Source information
============

import { scalarJosephUpdate } from './scalar-joseph-update';
import { propagationKernel, type PropagationKernel } from '../covariance/compiled-propagation';
import { reachability, toSparseRows, type SparseRows } from '../covariance/sparse-rows';
import type { PlanarPlan } from './planar-plan';

/**
 * The covariance half of the extended Kalman filter of a planar run: the
 * budget's error-state model (docs/planar-model.md §3, §6) with F evaluated at
 * the filter's own speed and turn rate each step, and position errors in the
 * frame of the filter's own heading (not the nominal path's). Per step
 *   Φ = I + A + A²/2 + A³/6,  A = F Δ,
 *   Q_d = Q Δ + (F Q + Q Fᵀ) Δ²/2 + F Q Fᵀ Δ³/3,
 * the Taylor series of e^{FΔ} and of Van Loan's integral (Van Loan, IEEE
 * Trans. Automatic Control 23(3), 1978); their first neglected terms are
 * O((‖F‖Δ)⁴) and O(‖F‖³Δ⁴), below 1e-8 of P for the planar model at 0.1 s.
 * Updates are scalar and in Joseph form.
 */
export class PlanarFilter {
  /** Covariance of the error state, row-major n × n. */
  readonly p: Float64Array;
  private readonly n: number;
  private readonly fEntries: { i: number; j: number; c0: number; cv: number; cw: number }[];
  private readonly phiPattern: SparseRows;
  /** Columns of F's pattern in each row, and rows of (F²)'s pattern in each column. */
  private readonly aRowCols: Int32Array[];
  private readonly a2ColRows: Int32Array[];
  /** States driven by white noise, with the rows of F that are non-zero in their column. */
  private readonly noiseColumns: { state: number; rows: number[] }[] = [];
  private readonly kernel: PropagationKernel;
  private readonly a: Float64Array;
  private readonly a2: Float64Array;
  private readonly phiDense: Float64Array;
  private readonly phiVal: Float64Array;
  private readonly scratch: Float64Array;
  private readonly u: Float64Array;
  /** Gain of the last update, length n. */
  readonly gain: Float64Array;

  constructor(private readonly plan: PlanarPlan) {
    const n = (this.n = plan.n);
    this.p = new Float64Array(n * n);
    this.fEntries = [];
    const pattern = new Float64Array(n * n);
    for (let e = 0; e < n * n; e++) {
      if (plan.f0[e] !== 0 || plan.fSpeed[e] !== 0 || plan.fTurn[e] !== 0) {
        this.fEntries.push({ i: Math.floor(e / n), j: e % n, c0: plan.f0[e], cv: plan.fSpeed[e], cw: plan.fTurn[e] });
        pattern[e] = 1;
      }
    }
    for (let st = 0; st < n; st++) {
      if (plan.qcAlways[st] === 0 && plan.qcMoving[st] === 0) continue;
      this.noiseColumns.push({ state: st, rows: this.fEntries.filter((f) => f.j === st).map((f) => f.i) });
    }
    this.aRowCols = Array.from({ length: n }, (_, i) => Int32Array.from(this.fEntries.filter((f) => f.i === i).map((f) => f.j)));
    this.a2ColRows = Array.from({ length: n }, (_, j) => {
      const rows: number[] = [];
      for (let i = 0; i < n; i++) if (this.fEntries.some((f) => f.i === i && pattern[f.j * n + j] !== 0)) rows.push(i);
      return Int32Array.from(rows);
    });
    this.phiPattern = toSparseRows(new Float64Array(n * n), n, reachability(pattern, n), true);
    this.kernel = propagationKernel(this.phiPattern);
    this.a = new Float64Array(n * n);
    this.a2 = new Float64Array(n * n);
    this.phiDense = new Float64Array(n * n);
    this.phiVal = new Float64Array(this.phiPattern.col.length);
    this.scratch = new Float64Array(n * n);
    this.u = new Float64Array(n);
    this.gain = new Float64Array(n);
  }

  /** P = P0 (the budget's initial variances, diagonal). */
  reset(): void {
    const n = this.n;
    this.p.fill(0);
    for (let i = 0; i < n; i++) this.p[i * n + i] = this.plan.initialVariance[i];
  }

  /**
   * P ← Φ P Φᵀ + Q_d over dtS at the filter's speed (m/s) and turn rate
   * (rad/s); `moving` false turns off the noise a parked wheel does not have.
   */
  propagate(speedMps: number, turnRateRadps: number, dtS: number, moving: boolean): void {
    const { n, a, a2, phiDense } = this;
    for (const f of this.fEntries) a[f.i * n + f.j] = (f.c0 + f.cv * speedMps + f.cw * turnRateRadps) * dtS;
    // A² and A³ by A's few non-zeros; Φ = I + A + A²/2 + A³/6. Only terms inside A's and A²'s
    // patterns are added: the others are ±0, and adding ±0 to a sum that starts at +0 changes no bit.
    a2.fill(0);
    const { fEntries, aRowCols, a2ColRows } = this;
    for (let q = 0; q < fEntries.length; q++) {
      const f = fEntries[q];
      const v = a[f.i * n + f.j], cols = aRowCols[f.j];
      for (let c = 0; c < cols.length; c++) a2[f.i * n + cols[c]] += v * a[f.j * n + cols[c]];
    }
    for (let e = 0; e < n * n; e++) phiDense[e] = a[e] + 0.5 * a2[e];
    for (let q = 0; q < fEntries.length; q++) {
      const f = fEntries[q];
      const v = a[f.i * n + f.j] / 6, rows = a2ColRows[f.i];
      for (let r = 0; r < rows.length; r++) phiDense[rows[r] * n + f.j] += a2[rows[r] * n + f.i] * v;
    }
    for (let i = 0; i < n; i++) phiDense[i * n + i] += 1;
    const { rowStart, col } = this.phiPattern;
    for (let i = 0; i < n; i++) for (let q = rowStart[i]; q < rowStart[i + 1]; q++) this.phiVal[q] = phiDense[i * n + col[q]];
    this.kernel(this.p, 0, this.phiVal, this.scratch);
    this.addProcessNoise(dtS, moving);
  }

  private addProcessNoise(dtS: number, moving: boolean): void {
    const { n, p, a } = this;
    const { qcAlways, qcMoving } = this.plan;
    for (const { state: s, rows } of this.noiseColumns) {
      const q = (qcAlways[s] + (moving ? qcMoving[s] : 0)) * dtS;
      if (q === 0) continue;
      // Column s of A = F Δ carries F's coupling of the noise on state s.
      p[s * n + s] += q;
      for (const i of rows) {
        const ai = a[i * n + s];
        const half = 0.5 * q * ai;
        p[i * n + s] += half;
        p[s * n + i] += half;
        for (const j of rows) p[i * n + j] += (q * ai * a[j * n + s]) / 3;
      }
    }
  }

  /**
   * Scalar Joseph update with sparse h (indices, coefficients) and variance r;
   * leaves the gain in {@link gain}. Returns the innovation variance, or 0
   * (and P unchanged) when it is not positive.
   */
  update(hIdx: Int32Array, hVal: Float64Array, count: number, r: number): number {
    return scalarJosephUpdate(this.p, this.n, hIdx.subarray(0, count), hVal.subarray(0, count), r, this.u, this.gain);
  }

  /**
   * Re-expresses P after the filter's heading moved by dAlphaRad: the
   * position error states are along and across the filter's own heading.
   */
  rotateFrame(dAlphaRad: number, along: number, cross: number): void {
    if (dAlphaRad === 0) return;
    const { n, p } = this;
    const c = Math.cos(dAlphaRad), s = Math.sin(dAlphaRad);
    // [a'; x'] = [[c, s], [-s, c]] [a; x], applied to rows then columns.
    for (let j = 0; j < n; j++) {
      const pa = p[along * n + j], px = p[cross * n + j];
      p[along * n + j] = c * pa + s * px;
      p[cross * n + j] = -s * pa + c * px;
    }
    for (let i = 0; i < n; i++) {
      const pa = p[i * n + along], px = p[i * n + cross];
      p[i * n + along] = c * pa + s * px;
      p[i * n + cross] = -s * pa + c * px;
    }
  }
}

============

Exercise directions
Using the entries, return every line where the word "import" can be found.

Solution to this exercise
import { scalarJosephUpdate } from './scalar-joseph-update';
import { propagationKernel, type PropagationKernel } from '../covariance/compiled-propagation';
import { reachability, toSparseRows, type SparseRows } from '../covariance/sparse-rows';
import type { PlanarPlan } from './planar-plan';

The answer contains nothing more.